Search code examples
c++deep-learningtensorrtinference-engine

How to correctly format input and resize output data whille using TensorRT engine?


I'm trying implementing deep learning model into TensorRT runtime. The model conversion step is done quite OK and i'm pretty sure about it.

Now there's 2 parts i'm currently struggle with is memCpy data from host To Device (like openCV to Trt) and get the right output shape in order to get the right data. So my questions is:

  • How actually a shape of input dims relate with memory buffer. What is the difference when the model input dims is NCHW and NHWC, so when i read a openCV image, it's NHWC and also the model input is NHWC, do i have to re-arange the buffer data, if Yes then what's the actual consecutive memory format i have to do ?. Or simply what does the format or sequence of data that the engine are expecting ?

  • About the output (assume the input are correctly buffered), how do i get the right result shape for each task (Detection, Classification, etc..).. Eg. an array or something look similar like when working with python .

I read Nvidia docs and it's not beginner-friendly at all.

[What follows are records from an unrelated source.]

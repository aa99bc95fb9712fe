// Significant digits for equations and fit notes. Hand-rolled rather than Intl so the server and
// every phone produce the same characters whatever locale data they carry. Figures to fixed
// decimals go through formatNumber in shared/format/figures.ts.

/** v to `digits` significant digits, plain decimal where reasonable, exponent form otherwise. */
export function sig(v: number, digits: number): string {
  if (!Number.isFinite(v)) return String(v);
  if (v === 0) return '0';
  const a = Math.abs(v);
  if (a >= 1e-4 && a < 1e9) return String(Number(v.toPrecision(digits)));
  return v.toExponential(digits - 1);
}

//Let's say i have a model thats have a dynamic shape input dim in the NHWC format. 
auto input_dims = nvinfer1::Dims4{1, 386, 342, 3};  //Using fixed H, W for testing
context->setBindingDimensions(input_idx, input_dims);
auto input_size = getMemorySize(input_dims, sizeof(float));
// How do i format openCV Mat to this kind of dims and if i encounter new input dim format, how do i adapt to that ???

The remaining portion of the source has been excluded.